Assignment: Would you print all of the entries word for word?

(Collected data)
───
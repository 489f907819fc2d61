"""What a type Ia distance stands on beside its light curve: the absolute scale, and priors that can be switched off."""

from __future__ import annotations

from dataclasses import dataclass

from reduce.candles.distance import MODEL_H0, h0_magnitude_shift

MODEL_M_B = -19.2443
"""M_B of the model at maximum for Δm15 = 1.1 without host dust: a coefficient of ``tables/type_ia_params.json``."""
MODEL_H0_ERR = 1.04
"""km/s/Mpc (Riess et al. 2022, ApJ 934, L7)."""
PRIORS = ("dust", "dm15", "grey", "offsets")
"""Names of what a fit assumes: host dust, decline rate, scatter of all bands together, others' zero points."""


@dataclass(frozen=True, slots=True)
class Assumptions:
    """The model's own ones by default."""

    h0: float = MODEL_H0
    """Scale of μ, km/s/Mpc."""
    m_b: float | None = None
    """A calibrated M_B at maximum for Δm15 = 1.1 without host dust; then ``h0`` plays no part."""
    without: frozenset[str] = frozenset()
    """Of ``PRIORS``: what is switched off."""

    @property
    def shift_mag(self) -> float:
        """What μ gains from leaving the model's own scale."""
        return MODEL_M_B - self.m_b if self.m_b is not None else h0_magnitude_shift(self.h0, MODEL_H0)

    @property
    def scale(self) -> str:
        """The scale in words."""
        if self.m_b is not None:
            return f"M_B = {self.m_b:.3f} at Δm15 = 1.1 (μ moved by {self.shift_mag:+.3f} mag from H0 = {MODEL_H0})"
        if self.h0 == MODEL_H0:
            common = h0_magnitude_shift(MODEL_H0, MODEL_H0 + MODEL_H0_ERR)
            return (
                f"H0 = {MODEL_H0:.2f} km/s/Mpc (Cepheid anchor of the model; its own error, {common:.3f} mag, "
                "moves all distances together and is not in the budget)"
            )
        return f"H0 = {self.h0:.2f} km/s/Mpc (μ moved by {self.shift_mag:+.3f} mag from the model's {MODEL_H0})"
───
Answer to the problem:
repository 489f907819fc2d61
"""What a type Ia distance stands on beside its light curve: the absolute scale, and priors that can be switched off."""

from __future__ import annotations

from dataclasses import dataclass

from reduce.candles.distance import MODEL_H0, h0_magnitude_shift

MODEL_M_B = -19.2443
"""M_B of the model at maximum for Δm15 = 1.1 without host dust: a coefficient of ``tables/type_ia_params.json``."""
MODEL_H0_ERR = 1.04
"""km/s/Mpc (Riess et al. 2022, ApJ 934, L7)."""
PRIORS = ("dust", "dm15", "grey", "offsets")
"""Names of what a fit assumes: host dust, decline rate, scatter of all bands together, others' zero points."""


@dataclass(frozen=True, slots=True)
class Assumptions:
    """The model's own ones by default."""

    h0: float = MODEL_H0
    """Scale of μ, km/s/Mpc."""
    m_b: float | None = None
    """A calibrated M_B at maximum for Δm15 = 1.1 without host dust; then ``h0`` plays no part."""
    without: frozenset[str] = frozenset()
    """Of ``PRIORS``: what is switched off."""

    @property
    def shift_mag(self) -> float:
        """What μ gains from leaving the model's own scale."""
        return MODEL_M_B - self.m_b if self.m_b is not None else h0_magnitude_shift(self.h0, MODEL_H0)

    @property
    def scale(self) -> str:
        """The scale in words."""
        if self.m_b is not None:
            return f"M_B = {self.m_b:.3f} at Δm15 = 1.1 (μ moved by {self.shift_mag:+.3f} mag from H0 = {MODEL_H0})"
        if self.h0 == MODEL_H0:
            common = h0_magnitude_shift(MODEL_H0, MODEL_H0 + MODEL_H0_ERR)
            return (
                f"H0 = {MODEL_H0:.2f} km/s/Mpc (Cepheid anchor of the model; its own error, {common:.3f} mag, "
                "moves all distances together and is not in the budget)"
            )
        return f"H0 = {self.h0:.2f} km/s/Mpc (μ moved by {self.shift_mag:+.3f} mag from the model's {MODEL_H0})"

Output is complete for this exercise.